Segment Open

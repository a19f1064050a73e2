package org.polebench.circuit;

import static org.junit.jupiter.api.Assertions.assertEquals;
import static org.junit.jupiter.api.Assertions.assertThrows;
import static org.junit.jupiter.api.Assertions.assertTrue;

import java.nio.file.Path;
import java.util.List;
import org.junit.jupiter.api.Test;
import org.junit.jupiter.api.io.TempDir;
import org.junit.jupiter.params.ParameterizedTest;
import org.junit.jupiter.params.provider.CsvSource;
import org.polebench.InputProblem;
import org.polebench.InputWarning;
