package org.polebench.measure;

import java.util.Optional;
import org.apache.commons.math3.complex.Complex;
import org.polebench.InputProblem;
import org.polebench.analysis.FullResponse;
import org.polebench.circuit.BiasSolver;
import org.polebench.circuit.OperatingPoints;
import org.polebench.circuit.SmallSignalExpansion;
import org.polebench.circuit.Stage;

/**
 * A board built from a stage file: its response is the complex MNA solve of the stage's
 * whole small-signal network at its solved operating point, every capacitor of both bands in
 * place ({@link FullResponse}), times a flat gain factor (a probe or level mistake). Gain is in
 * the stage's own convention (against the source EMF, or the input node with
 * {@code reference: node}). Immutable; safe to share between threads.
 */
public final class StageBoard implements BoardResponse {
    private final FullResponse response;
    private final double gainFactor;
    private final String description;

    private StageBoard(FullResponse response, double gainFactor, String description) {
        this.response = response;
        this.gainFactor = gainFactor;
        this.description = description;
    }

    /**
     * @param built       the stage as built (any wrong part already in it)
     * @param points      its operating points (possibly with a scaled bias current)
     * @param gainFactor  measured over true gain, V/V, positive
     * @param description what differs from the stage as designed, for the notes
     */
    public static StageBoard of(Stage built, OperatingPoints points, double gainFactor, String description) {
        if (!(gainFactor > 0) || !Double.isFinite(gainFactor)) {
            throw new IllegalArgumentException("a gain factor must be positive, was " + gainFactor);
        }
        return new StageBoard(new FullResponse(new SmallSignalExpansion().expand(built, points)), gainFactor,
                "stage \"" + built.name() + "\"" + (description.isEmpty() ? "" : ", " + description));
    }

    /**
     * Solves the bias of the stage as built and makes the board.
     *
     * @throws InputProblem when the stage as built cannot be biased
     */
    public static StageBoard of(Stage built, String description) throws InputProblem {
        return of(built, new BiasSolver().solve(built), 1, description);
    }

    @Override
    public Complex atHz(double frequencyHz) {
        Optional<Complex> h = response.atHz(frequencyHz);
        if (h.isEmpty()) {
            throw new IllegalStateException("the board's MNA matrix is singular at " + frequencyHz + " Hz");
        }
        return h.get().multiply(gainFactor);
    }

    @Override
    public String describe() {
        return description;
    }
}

Segment Closed

Reproduce every line of the material above that has the string "SmallSignalExpansion".

=== Exercise solution ===
import org.polebench.circuit.SmallSignalExpansion;
        return new StageBoard(new FullResponse(new SmallSignalExpansion().expand(built, points)), gainFactor,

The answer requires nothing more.